5. Beekeeping project with teachers in training at The Gambia College 1985-86
Whilst working for The Gambia College as senior Agricultural Education lecturer and acting head of the Science Department, I realise that the location of the college is not far from Nyambai Forest where there are flowering trees and plants.  As this area has the potential for a successful beekeeping project, I was motivated, and with my acquired beekeeping skills from African and British universities, I decided to engage myself and students in the planning and implementation of beekeeping together with other agricultural projects in the college in order to achieve the following aims and objective:

i. To improve the nutritional status and income generating capacity of the students
ii. To acquire training skills in beekeeping for the teachers in the college and the entire community.
iii. To improve on the beekeeping skills and management for teachers to disseminate the knowledge and skills to schools for the benefit of young Gambians.

Our beekeeping project in the college had ten top bar hives, ideal for village beekeeping, so that teachers posted in villages after their training will be able to practice with pupils the knowledge and skills associated with beekeeping in their schools. The top bee hives were located at the back of the students’ dormitories  at a safe distance to avoid students in classrooms being stung.
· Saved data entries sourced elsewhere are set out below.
"""Summary statistics of a group of runs (scipy where a library does it).

Conventions: success rate over all runs (failed and unsolved runs count as not solved)
with a 95% Wilson score interval; evaluations, generations and network size to solve are
taken over solved runs only; ERT (expected running time) = all evaluations spent, solved
or not, divided by the number of solved runs (infinite when none solved), with a 95%
percentile bootstrap interval over whole runs (reference/SOURCES.md: efron1993); medians and
quartiles by linear interpolation between order statistics. Standard deviations use the
n - 1 divisor. Two groups (a measurement and a published figure, or two
variants) are compared with two-sided tests: Welch's t-test for means, Fisher's exact test
for success counts.
"""

from __future__ import annotations

import math
import statistics
import warnings
from collections.abc import Sequence
from dataclasses import asdict, dataclass, field
from typing import Any

import numpy as np
from scipy.stats import binomtest, bootstrap, fisher_exact, ttest_ind_from_stats

from neuroyard.records.runs import RunRecord


def wilson_interval(successes: int, trials: int, confidence: float = 0.95) -> tuple[float, float]:
    """Wilson score interval of a success proportion (scipy.stats.binomtest)."""
    if trials == 0:
        return (0.0, 1.0)
    ci = binomtest(successes, trials).proportion_ci(confidence_level=confidence, method="wilson")
    return (float(ci.low), float(ci.high))


def welch_p_value(
    mean_a: float, sd_a: float, n_a: int, mean_b: float, sd_b: float, n_b: int
) -> float | None:
    """Two-sided p-value of Welch's t-test that two samples, each given by its mean, standard
    deviation (n - 1 divisor) and size, come from populations with the same mean
    (scipy.stats.ttest_ind_from_stats with unequal variances). ``None`` when a sample has
    fewer than two members or no spread: its variance cannot then be estimated, and the test
    would rest on the other sample alone (:func:`welch_not_run` says which)."""
    if welch_not_run(sd_a, n_a, sd_b, n_b):
        return None
    result = ttest_ind_from_stats(mean_a, sd_a, n_a, mean_b, sd_b, n_b, equal_var=False)
    return float(result.pvalue)


def welch_not_run(sd_a: float, n_a: int, sd_b: float, n_b: int, counted: str = "runs") -> str:
    """Why Welch's test cannot be run on these samples (empty: it can): a sample of fewer
    than 2 members, or one with no spread. ``counted`` says what the members are ("runs",
    "solved runs")."""
    if n_a < 2 or n_b < 2:
        return f"not run: fewer than 2 {counted} (n = {n_a} and {n_b})"
    if sd_a == 0.0 or sd_b == 0.0:
        return "not run: no spread"
    return ""


def fisher_p_value(successes_a: int, trials_a: int, successes_b: int, trials_b: int) -> float:
    """Two-sided p-value of Fisher's exact test that two success proportions are equal
    (scipy.stats.fisher_exact on the 2 x 2 table of successes and failures)."""
    table = [[successes_a, trials_a - successes_a], [successes_b, trials_b - successes_b]]
    return float(fisher_exact(table).pvalue)


def expected_running_time(evaluations: Sequence[int], solved: Sequence[bool]) -> float:
    """ERT: total evaluations of all runs / number of solved runs (inf if none solved)."""
    wins = sum(solved)
    return math.fsum(evaluations) / wins if wins else math.inf


def quartiles(values: Sequence[float]) -> tuple[float, float, float] | None:
    """(first quartile, median, third quartile) by linear interpolation between order
    statistics (numpy's default percentile rule); None for an empty sample."""
    if len(values) == 0:
        return None
    q1, q2, q3 = np.percentile(np.asarray(values, dtype=float), [25, 50, 75])
    return float(q1), float(q2), float(q3)


def ert_interval(
    evaluations: Sequence[float],
    solved: Sequence[bool],
    confidence: float = 0.95,
    resamples: int = 2000,
    seed: int = 0,
) -> tuple[float, float] | None:
    """Percentile bootstrap interval of the ERT, resampling whole runs (scipy.stats.bootstrap,
    paired) of :func:`expected_running_time`; the upper end is infinite when too many resamples hold no solved run. None when
    no run solved (the ERT itself is infinite) or there are fewer than 2 runs."""
    e = np.asarray(evaluations, dtype=float)
    s = np.asarray(solved, dtype=float)
    if len(e) < 2 or s.sum() == 0:
        return None

    def statistic(ev: np.ndarray, so: np.ndarray, axis: int = -1) -> np.ndarray:
        wins = so.sum(axis=axis)
        total = ev.sum(axis=axis)
        with np.errstate(divide="ignore", invalid="ignore"):
            return np.where(wins > 0, total / np.where(wins > 0, wins, 1), np.inf)

    # a resample without a solved run has an infinite ERT: scipy's spread of the
    # resamples is then undefined, which the percentile interval does not use
    with warnings.catch_warnings(), np.errstate(invalid="ignore"):
        warnings.simplefilter("ignore", RuntimeWarning)
        result = bootstrap(
            (e, s),
            statistic,
            paired=True,
            vectorized=True,
            confidence_level=confidence,
            n_resamples=resamples,
            method="percentile",
            random_state=np.random.default_rng(seed),
        )
    return float(result.confidence_interval.low), float(result.confidence_interval.high)


def _mean(xs: Sequence[float]) -> float | None:
    return statistics.fmean(xs) if xs else None


def _median(xs: Sequence[float]) -> float | None:
    return float(statistics.median(xs)) if xs else None


def _sd(xs: Sequence[float]) -> float | None:
    return statistics.stdev(xs) if len(xs) > 1 else None


@dataclass(frozen=True)
class GroupSummary:
    """Figures of one (evolver, task) group; ``None`` where no solved run gives a value.

    ``metrics``: the mean over solved runs of each metric the task declares (the detail of
    that name in each run's success test), None where no solved run reports it."""

    runs: int
    solved: int
    failed: int
    success_rate: float
    success_ci: tuple[float, float]
    ert: float
    ert_ci: tuple[float, float] | None
    mean_evaluations: float | None
    sd_evaluations: float | None
    median_evaluations: float | None
    quartiles_evaluations: tuple[float, float, float] | None
    worst_evaluations: float | None
    mean_generations: float | None
    quartiles_generations: tuple[float, float, float] | None
    mean_hidden_nodes: float | None
    sd_hidden_nodes: float | None
    mean_connections: float | None
    sd_connections: float | None
    mean_success_evaluations: float | None
    metrics: dict[str, float | None] = field(default_factory=dict)

    def figures(self) -> dict[str, Any]:
        """Every figure in one flat mapping (JSON values): the fields, with each task
        metric as ``mean_<name>``, the name published figures use."""
        flat = {k: v for k, v in asdict(self).items() if k != "metrics"}
        flat.update({f"mean_{name}": value for name, value in self.metrics.items()})
        return flat


def summarize(records: Sequence[RunRecord], metrics: Sequence[str] = ()) -> GroupSummary:
    """Summary of ``records`` (see the module docstring), with the means of the task's
    declared ``metrics`` (names)."""
    wins = [r for r in records if r.solved]
    evals = [float(r.evaluations) for r in wins]
    hidden = [float(r.hidden_nodes) for r in wins if r.hidden_nodes is not None]
    conns = [float(r.connections) for r in wins if r.connections is not None]
    return GroupSummary(
        runs=len(records),
        solved=len(wins),
        failed=sum(1 for r in records if r.status == "failed"),
        success_rate=len(wins) / len(records) if records else 0.0,
        success_ci=wilson_interval(len(wins), len(records)),
        ert=expected_running_time([r.evaluations for r in records], [r.solved for r in records]),
        ert_ci=ert_interval([r.evaluations for r in records], [r.solved for r in records]),
        mean_evaluations=_mean(evals),
        sd_evaluations=_sd(evals),
        median_evaluations=_median(evals),
        quartiles_evaluations=quartiles(evals),
        worst_evaluations=max(evals) if evals else None,
        mean_generations=_mean([float(r.generations) for r in wins]),
        quartiles_generations=quartiles([float(r.generations) for r in wins]),
        mean_hidden_nodes=_mean(hidden),
        sd_hidden_nodes=_sd(hidden),
        mean_connections=_mean(conns),
        sd_connections=_sd(conns),
        mean_success_evaluations=_mean([float(r.success_evaluations) for r in records]),
        metrics={name: _metric_mean(wins, name) for name in metrics},
    )


def _metric_mean(wins: Sequence[RunRecord], name: str) -> float | None:
    values = [r.success_details[name] for r in wins if name in r.success_details]
    return _mean([float(v) for v in values if isinstance(v, int | float)])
In college, students used limited harvest equipment such as machete, strainer, a brush and a smoker to harvest honey and wax. The students wore protective clothing during harvesting to protect themselves from bee stings. The top bar hives suitable for village beekeeping can be made from wood, straw, packing boxes, bamboo sticks, clay, oil drum halves and many others. Top bar hives have a series of wood bars or sticks across the top of the hive to which the bees attach their honey combs.  Students were able to remove the honey and wax safely without destroying the bees in this type of hive.

The expected output from the college’s one year beekeeping project from ten hives was an average of 7kgs of honey and 1kg of wax per harvest every three months.  No harvesting was done during the rain season (July, August and September).

The cost of honey then was D30 per liter and was D40 per kilo.
For honey:  7x3x10=210L x D30= D6,300
Wax: 1x3x10- 30kgs x D40= D1200.

Therefore the income  realised from the project from honey and wax was D7,500. It could have been more, depending on the quantity of flowers available for the bees. The people of The Gambia should therefore be aware of the fact that if the honeybees in our environment are in trouble, our flowering plants and fruit trees will also be in trouble, because the majority of plants and fruit trees are pollinated by bees for crop production on which we depend for food.  

It is our duty therefore to protect them, and provide an environment conducive for their existence. It is not enough to raise awareness but there is need to protect them from pests and harmful chemicals which the farmers use in the field.